Standardmässig ist es nicht aktiviert. Ich würds auch auf Servern nicht aktivieren, da so ein Benutzer schnell rausfinden kann welche evtl. unsicheren Optionen gesetzt sind.

Gruss Maurice

----------

## makenoob

 *moe wrote:*   

> Standardmässig ist es nicht aktiviert. Ich würds auch auf Servern nicht aktivieren, da so ein Benutzer schnell rausfinden kann welche evtl. unsicheren Optionen gesetzt sind.
> 
> Gruss Maurice

 

ui, du gibst usern shellaccess ohne chroot?

----------

## smg

 *makenoob wrote:*   

>  *moe wrote:*   Standardmässig ist es nicht aktiviert.
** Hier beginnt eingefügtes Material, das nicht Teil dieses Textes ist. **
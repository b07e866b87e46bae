package org.flexbound.app;

import java.nio.file.Path;
import java.util.concurrent.Callable;
import picocli.CommandLine.Command;
import picocli.CommandLine.Mixin;
import picocli.CommandLine.Parameters;

/** Judges a test against its acceptance limits. */
@Command(
    mixinStandardHelpOptions = true,
    versionProvider = Version.class,
    sortOptions = false,
    description = {
      "Reduces a test and judges it against its acceptance limits: pass, fail, or cannot decide, with"
          + " the probability of being wrong and what would settle it. Writes the report and a"
          + " certificate of one page.",
      "",
      "LOG is a load-test log with a sheet Limits; STUDY is a JSON file that names model and log, for"
          + " limits on the agreement with the model.",
      "",
      "Ends with 1 where a limit fails, with 5 where one cannot be decided."
    })
final class CheckCommand implements Callable<Integer> {
  private final Terminal terminal;

  @Parameters(paramLabel = "LOG|STUDY", description = "The file to work on.")
  @SuppressWarnings("NullAway.Init") // picocli sets it before call() is called
  private Path file;

  @Mixin private OutputOptions output = new OutputOptions();

  CheckCommand(Terminal terminal) {
    this.terminal = terminal;
  }

  @Override
  public Integer call() {
    return new Work(terminal, output).check(file).number();
  }
}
Ich würds auch auf Servern nicht aktivieren, da so ein Benutzer schnell rausfinden kann welche evtl. unsicheren Optionen gesetzt sind.
> 
> Gruss Maurice 
> 
> ui, du gibst usern shellaccess ohne chroot?

 

hehe, das ist böse, *g*

----------

## moe

 *makenoob wrote:*   

> ui, du gibst usern shellaccess ohne chroot?

 

Irgendwie wusste ich, dass das die Diskussion irgendwie in so eine Richtung führt.  :Wink: 

Ich formulier es mal um: "Es kann u.U. ein Sicherheitsrisiko sein"

----------

## Klaus Meier

Nur so ein Tip, ich installiere den Kernel immer mit make install, da wird die config-Datei auch mit nach /boot kopiert. Hilft zwar nicht, wenn sie weg ist, aber so als Vorsorge fürs nächste Mal.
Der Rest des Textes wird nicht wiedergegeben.